*** Records for this exercise ***

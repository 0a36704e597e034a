// A native program on its way back in: which source qubit its pragmas put on which ion.
#pragma once

#include "circuit/circuit.h"
#include "targets/place.h"

namespace isinglass {

/// The placed circuit of a native program, as the language room reads it. Registers, start and end are those
/// that the pragmas name; other pragmas are kept. Throws Failure(source_at_fault) where a pragma makes no
/// sense, a qubit has no start or no end, or the program is none of ours.
Placed plan_of(const Circuit& native);

}  // namespace isinglass
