std::string picture_of_pairs(const Compiled& compiled) {
  const Circuit& circuit = compiled.placed.circuit;
  std::vector<std::uint32_t> ions;
  constexpr std::size_t nowhere = ~std::size_t{0};
  std::vector<std::size_t> place(circuit.wires, nowhere);
  for (std::uint32_t ion = 0; ion < circuit.wires; ++ion) {
    if (!compiled.placed.in_use[ion] || ions.size() == most_rows_drawn) continue;
    place[ion] = ions.size();
    ions.push_back(ion);
  }
  const auto list = work_by_pair(circuit);
  const double most = list.empty() ? 1 : std::max(list.front().units, 1e-9);
  const double cell =
      std::clamp(360.0 / static_cast<double>(std::max<std::size_t>(ions.size(), 1)), 6.0, 44.0);
  constexpr double margin = 26;
  std::string text;
  for (std::size_t i = 0; i < ions.size(); ++i) {
    const double at = margin + cell * (static_cast<double>(i) + 0.5);
    if (cell >= 11 || i % 4 == 0) {
      text += fmt::format("<text class=\"tick\" x=\"{:.1f}\" y=\"18\" text-anchor=\"middle\">{}</text>", at,
                          ions[i]);
      text += fmt::format("<text class=\"tick\" x=\"20\" y=\"{:.1f}\" text-anchor=\"end\">{}</text>\n",
                          at + 4, ions[i]);
    }
    for (std::size_t j = i + 1; j < ions.size(); ++j) {
      const bool reachable = compiled.target.pair(ions[i], ions[j]).reachable;
      text += fmt::format("<rect class=\"{}\" x=\"{:.1f}\" y=\"{:.1f}\" width=\"{:.1f}\" height=\"{:.1f}\"/>",
                          reachable ? "cell" : "cell barred", margin + cell * static_cast<double>(j),
                          margin + cell * static_cast<double>(i), cell - 1.5, cell - 1.5);
    }
    text += "\n";
  }
  for (const PairWork& work : list) {
    if (place[work.a] == nowhere || place[work.b] == nowhere) continue;
    text += fmt::format(
        "<rect class=\"inter\" opacity=\"{:.2f}\" x=\"{:.1f}\" y=\"{:.1f}\" width=\"{:.1f}\" "
        "height=\"{:.1f}\"><title>ions {} and "
        "{}: {} interactions, {:.4g} units</title></rect>\n",
        0.2 + 0.8 * work.units / most, margin + cell * static_cast<double>(place[work.b]),
        margin + cell * static_cast<double>(place[work.a]), cell - 1.5, cell - 1.5, work.a, work.b,
        work.count, work.units);
  }
  const double size = margin + cell * static_cast<double>(ions.size()) + 4;
  return svg(size, size, "Pairs that interact", fmt::format("{} pairs of {} ions", list.size(), ions.size()),
             text);
}

std::string picture_of_placement(const Compiled& compiled) {
  const Placed& placed = compiled.placed;
  const std::uint32_t ions = std::min(placed.circuit.wires, std::uint32_t{most_rows_drawn});
  constexpr std::uint32_t most_in_row = 16;
  const std::uint32_t in_row = std::min(std::max(ions, 1u), most_in_row);
  const double step = 1000.0 / in_row;
  const double radius = std::min(15.0, step / 2 - 4);
  std::vector<std::string> start(ions);
  std::vector<std::string> end(ions);
  for (std::uint32_t q = 0; q < placed.start.size(); ++q) {
    const std::uint32_t first = placed.start[q];
    const std::uint32_t last = placed.circuit.end_wire[q];
    if (first < ions) start[first] = placed.circuit.wire_name(q);
    if (last < ions) end[last] = placed.circuit.wire_name(q);
  }
  std::string text;
  const std::uint32_t rows = (ions + in_row - 1) / in_row;
  for (std::uint32_t ion = 0; ion < ions; ++ion) {
    const double x = step * (ion % in_row + 0.5);
    const double y = 46 + 96.0 * (ion / in_row);
    if (ion + 1 < ions && ion % in_row + 1 < in_row) {
      text += fmt::format("<line class=\"rail\" x1=\"{:.1f}\" x2=\"{:.1f}\" y1=\"{:.1f}\" y2=\"{:.1f}\"/>",
                          x + radius, x + step - radius, y, y);
    }
    const bool is_ancilla = placed.in_use[ion] && start[ion].empty();
    text += fmt::format("<circle class=\"{}\" cx=\"{:.1f}\" cy=\"{:.1f}\" r=\"{:.1f}\"/>",
                        !placed.in_use[ion] ? "free"
                        : is_ancilla        ? "ancilla"
                                            : "taken",
                        x, y, radius);
    text += fmt::format("<text class=\"{}\" x=\"{:.1f}\" y=\"{:.1f}\" text-anchor=\"middle\">{}</text>",
                        placed.in_use[ion] ? "number" : "tick", x, y + 4.5, ion);
    text += fmt::format("<text class=\"label\" x=\"{:.1f}\" y=\"{:.1f}\" text-anchor=\"middle\">{}</text>", x,
                        y - radius - 8, escaped(start[ion]));
    text += fmt::format(
        "<text class=\"label faint\" x=\"{:.1f}\" y=\"{:.1f}\" text-anchor=\"middle\">{}</text>\n", x,
        y + radius + 18, escaped(end[ion]));
  }
  return svg(1000, 96.0 * rows + 4, "Placement on the chain",
             "each ion with the source qubit that it holds at the start (above) and at the end (below)",
             text);
}

}  // namespace isinglass
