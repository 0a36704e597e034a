// Gate definitions and calls: templates, modifiers, broadcasting, and operations into the circuit. See
// reader.h.
#include <fmt/format.h>

#include <algorithm>
#include <cmath>

#include "language/evaluate.h"
#include "language/reader.h"
#include "language/running_angle.h"
#include "language/unitary.h"

namespace isinglass {

namespace {

const char* plural(std::size_t count) {
  return count == 1 ? "" : "s";
}

}  // namespace

// Into the circuit.

void Reader::append(Operation&& op, syntax::Span at) {
  if (++operations_ > options_.most_operations) {
    throw Overflow{{at,
                    fmt::format("the program unrolls to more than {} operations", options_.most_operations),
                    {"note: loops, calls and gates whose course is known are written out by the compiler"}}};
  }
  ++emitted_;
  if (at.source == 0) op.origin = Origins::line(at.line);
  circuit_.blocks[block_].push_back(op);
}

void Reader::emit(Kind kind, std::span<const std::uint32_t> wires, std::span<const Angle> angles,
                  syntax::Span at) {
  if (capture_ != nullptr) {
    Act act;
    act.kind = kind;
    std::copy(angles.begin(), angles.end(), act.angles.begin());
    act.wires.assign(wires.begin(), wires.end());
    capture_->push_back(std::move(act));
    if (capture_->size() > options_.most_operations) {
      throw Overflow{
          {at, fmt::format("the gate unrolls to more than {} operations", options_.most_operations), {}}};
    }
    return;
  }
  if (kind == Kind::phase && wires.empty()) {
    ++emitted_;
    phase_[block_] = circuit_.forms.sum(phase_[block_], angles[0]);
    return;
  }
  append(circuit_.make(kind, wires, angles), at);
}

void Reader::emit_template(const GateTemplate& gate, std::span<const Angle> arguments,
                           std::span<const std::uint32_t> wires, syntax::Span at) {
  std::array<Angle, 3> angles;
  std::vector<std::uint32_t>& operands = operand_buffer_;
  for (const Act& act : gate.acts) {
    for (std::size_t i = 0; i < 3; ++i) angles[i] = substituted(gate, act.angles[i], arguments, *forms_);
    for (const Angle& angle : angles) {
      if (!std::isfinite(angle.constant)) fail(at, "this angle is not a finite number");
    }
    operands.clear();
    for (const std::uint32_t wire : act.wires) operands.push_back(wires[wire]);
    emit(act.kind, operands, angles, at);
  }
}

// Definitions.

namespace {

/// Native programs define r and xx in standard gates. Where a definition is exactly one of these, it is that
/// operation, so that a native program reads back as what it is.
void recognize_native(std::string_view name, GateTemplate& gate) {
  const bool is_r = name == "r" && gate.parameters == 2 && gate.operands == 1;
  const bool is_xx = name == "xx" && gate.parameters == 3 && gate.operands == 2;
  if ((!is_r && !is_xx) || gate.acts.size() > 100) return;
  const std::vector<std::uint32_t> wires =
      is_r ? std::vector<std::uint32_t>{0} : std::vector<std::uint32_t>{0, 1};
  // Both sides are trigonometric polynomials of low degree: agreement at these points is agreement.
  for (const std::array<double, 3>& point : {std::array<double, 3>{0.3, 1.1, -0.7},
                                             {2.9, -2.3, 0.4},
                                             {-1.7, 0.6, 2.2},
                                             {5.1, 2.8, -1.9},
                                             {0.9, -0.2, 3.0}}) {
    std::vector<Angle> arguments;
    Operation op;
    op.kind = is_r ? Kind::r : Kind::xx;
    for (std::uint32_t i = 0; i < gate.parameters; ++i) {
      arguments.push_back({point[i], 0});
      op.set_angle(static_cast<int>(i), arguments.back());
    }
    Forms forms;
    const Eigen::MatrixXcd defined = matrix_of(instance(gate, arguments, wires, forms), wires);
    const auto native = matrix_of(op);
    for (Eigen::Index row = 0; row < defined.rows(); ++row) {
      for (Eigen::Index column = 0; column < defined.cols(); ++column) {
        const auto entry = native[static_cast<std::size_t>(row * defined.cols() + column)];
        if (std::abs(defined(row, column) - entry) > 1e-12) return;
      }
    }
  }
  Act act;
  act.kind = is_r ? Kind::r : Kind::xx;
  act.wires = wires;
  for (std::uint32_t i = 0; i < gate.parameters; ++i) act.angles[i] = {0, gate.forms.of_input(i)};
  gate.acts = {act};
}

}  // namespace

void Reader::define_gate(const syntax::GateDefinition& definition, syntax::Span at) {
  if (scopes_.depth() != 1 || block_ != 0) fail(at, "gates are defined at the outermost level only");
  Symbol symbol;
  symbol.kind = Symbol::Kind::gate;
  symbol.name = definition.name.text;
  symbol.at = definition.name.at;
  templates_.emplace_back();
  GateTemplate& gate = templates_.back();
  gate.parameters = static_cast<std::uint32_t>(definition.parameters.size());
  gate.operands = static_cast<std::uint32_t>(definition.qubits.size());
  symbol.gate = &gate;
  symbol.is_opaque = definition.opaque;
  const std::size_t errors_before = errors_;
  if (definition.qubits.empty()) report({definition.name.at, "a gate acts on at least one qubit", {}});
  if (!definition.opaque) {
    const std::size_t outer_frame = std::exchange(scopes_.frame, scopes_.depth() + 1);
    const std::string outer_gate = std::exchange(gate_name_, definition.name.text);
    scopes_.open();
    capture_ = &gate.acts;
    forms_ = &gate.forms;
    gate_derived_ = &symbol.derived;
    gate_parameters_ = gate.parameters;
    const auto restore = [&] {
      capture_ = nullptr;
      forms_ = &circuit_.forms;
      gate_derived_ = nullptr;
      close_scope();
      scopes_.frame = outer_frame;
      gate_name_ = outer_gate;
    };
    try {
      declare_gate_arguments(definition);
      run_list(definition.body.statements);
    } catch (const Trouble& trouble) {
      report(trouble);
    } catch (...) {
      restore();
      throw;
    }
    restore();
  }
  if (errors_ != errors_before) {
    symbol.kind = Symbol::Kind::broken;
  } else if (symbol.derived.empty()) {
    recognize_native(symbol.name, gate);
  }
  declare(std::move(symbol));
}

void Reader::declare_gate_arguments(const syntax::GateDefinition& definition) {
  for (std::uint32_t i = 0; i < definition.parameters.size(); ++i) {
    Symbol parameter;
    parameter.kind = Symbol::Kind::input;
    parameter.name = definition.parameters[i].text;
    parameter.at = definition.parameters[i].at;
    parameter.type = {Base::angle, 0};
    Value value;
    value.type = parameter.type;
    value.form = forms_->of_input(i);
    parameter.cells = {value};
    declare(std::move(parameter));
  }
  for (std::uint32_t i = 0; i < definition.qubits.size(); ++i) {
    Symbol qubit;
    qubit.kind = Symbol::Kind::qubits;
    qubit.name = definition.qubits[i].text;
    qubit.at = definition.qubits[i].at;
    qubit.wires = {i};
    qubit.is_scalar = true;
    declare(std::move(qubit));
  }
}

// Calls.

/// The template's arguments: the call's angles, and what the body derives from them.
std::vector<Angle> Reader::gate_arguments(const Symbol& symbol, std::vector<Angle> arguments,
                                          syntax::Span at) {
  // What the body derives from its parameters otherwise than by sums and multiples.
  for (const Expression& expression : symbol.derived) {
    const Value value = at_place(at, [&] {
      return evaluate(
          expression,
          [&](const Expression& leaf) {
            if (leaf.kind != Expression::Kind::input) return Value{};
            Value argument = of_real(arguments[leaf.variable].constant, {Base::angle, 0});
            argument.form = arguments[leaf.variable].form;
            return argument;
          },
          rules());
    });
    arguments.push_back(angle_of(value, at));
  }
  return arguments;
}

std::vector<Reader::Control> Reader::controls_of(const syntax::GateCall& call) {
  std::vector<Control> controls;
  for (const syntax::Modifier& modifier : call.modifiers) {
    const bool negated = modifier.kind == syntax::Modifier::Kind::negctrl;
    if (modifier.kind != syntax::Modifier::Kind::ctrl && !negated) continue;
    std::int64_t count = 1;
    if (modifier.argument) {
      count = known_int(*modifier.argument, "the number of controls");
      if (count < 1) fail(modifier.argument->at, "the number of controls must be positive");
      if (count > 100'000) fail(modifier.argument->at, fmt::format("{} controls are too many", count));
    }
    controls.push_back({static_cast<std::uint32_t>(count), negated});
  }
  return controls;
}

/// Applies the modifiers from the innermost outwards. `controls` are the control wires, in operand order.
Acts Reader::modified(const syntax::GateCall& call, Acts acts, const std::vector<Control>& controls,
                      std::span<const std::uint32_t> wires) {
  std::size_t next = controls.size();
  std::size_t end = 0;
  for (const Control& control : controls) end += control.count;
  for (std::size_t i = call.modifiers.size(); i-- > 0;) {
    const syntax::Modifier& modifier = call.modifiers[i];
    switch (modifier.kind) {
      case syntax::Modifier::Kind::inv:
        acts = inverted(std::move(acts), *forms_);
        break;
      case syntax::Modifier::Kind::pow:
        acts = at_place(modifier.at, [&] { return power_of(modifier, std::move(acts)); });
        break;
      default: {
        const Control& control = controls[--next];
        end -= control.count;
        acts = controlled(std::move(acts), wires.subspan(end, control.count), control.negated);
      }
    }
  }
  return acts;
}

Acts Reader::power_of(const syntax::Modifier& modifier, Acts acts) {
  const Value value = evaluated(*modifier.argument);
  if (!value.is_known()) {
    if (value.runs) split_on(*value.expression, modifier.argument->at);
    fail(modifier.argument->at, "a power must be known while compiling or depend on a few bits");
  }
  const Base base = value.type.base;
  double exponent = 0;
  if (base == Base::integer || base == Base::natural || base == Base::boolean || base == Base::bit) {
    const auto whole = value.integer.small();
    if (!whole) fail(modifier.argument->at, "this power is too large");
    if (*whole == 0 && modifier.argument->kind == SyntaxExpression::Kind::binary &&
        modifier.argument->op == syntax::Operator::divide) {
      warn(modifier.argument->at, "integers divide to an integer: this power is 0, the identity",
           {"help: write one of the two as a float, as in 1.0/2"});
    }
    return repeated(std::move(acts), *whole, *forms_, options_.most_operations);
  }
  if (base != Base::real && base != Base::angle) {
    fail(modifier.argument->at, fmt::format("a power is a number, not {}", text_of(value.type)));
  }
  exponent = radians_of(value);
  if (exponent == std::trunc(exponent) && std::abs(exponent) < 0x1p53) {
    return repeated(std::move(acts), static_cast<std::int64_t>(exponent), *forms_, options_.most_operations);
  }
  return powered(std::move(acts), exponent, *forms_, [this](Angle angle) { return wrapped_angle(angle); });
}
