// The pictures of the report, as SVG that stands within a page: each has a title and a description for those
// who do not see it, and takes its colours from the page (see report.cpp).
#pragma once

#include <string>

#include "output/timeline.h"

namespace isinglass {

/// Text made safe for HTML and SVG.
std::string escaped(std::string_view text);

/// Two bars a row, before and after.
std::string picture_of_tally(const Compiled& compiled);

/// One bar, divided by the sources of error.
std::string picture_of_errors(const Totals& totals);

/// Ions from top to bottom, time from left to right. Programs of more than a few thousand entries are shown
/// as what each ion does most in each small stretch of time.
std::string picture_of_timeline(const Compiled& compiled);

/// Which pairs interact: a triangle of cells, darker the more interaction there is.
std::string picture_of_pairs(const Compiled& compiled);

/// The chain with the qubits on it, at the start and at the end.
std::string picture_of_placement(const Compiled& compiled);

/// The likeliest outcomes, two bars a row: without and with noise.
std::string picture_of_outcomes(const Rehearsal& rehearsal);

/// How often and how much each pair interacts, the most used first; loops one round, all arms.
struct PairWork {
  std::uint32_t a = 0;
  std::uint32_t b = 0;
  std::size_t count = 0;
  double units = 0;
};
std::vector<PairWork> work_by_pair(const Circuit& circuit);

}  // namespace isinglass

***

### What is required
Can you repeat, word for word, every line above from the one containing "exponent = radians_of(value);" down to the one containing "std::string picture_of_timeline(const Compiled&", including both?

### Solution to this exercise
  exponent = radians_of(value);
  if (exponent == std::trunc(exponent) && std::abs(exponent) < 0x1p53) {
    return repeated(std::move(acts), static_cast<std::int64_t>(exponent), *forms_, options_.most_operations);
  }
  return powered(std::move(acts), exponent, *forms_, [this](Angle angle) { return wrapped_angle(angle); });
}
// The pictures of the report, as SVG that stands within a page: each has a title and a description for those
// who do not see it, and takes its colours from the page (see report.cpp).
#pragma once

#include <string>

#include "output/timeline.h"

namespace isinglass {

/// Text made safe for HTML and SVG.
std::string escaped(std::string_view text);

/// Two bars a row, before and after.
std::string picture_of_tally(const Compiled& compiled);

/// One bar, divided by the sources of error.
std::string picture_of_errors(const Totals& totals);

/// Ions from top to bottom, time from left to right. Programs of more than a few thousand entries are shown
/// as what each ion does most in each small stretch of time.
std::string picture_of_timeline(const Compiled& compiled);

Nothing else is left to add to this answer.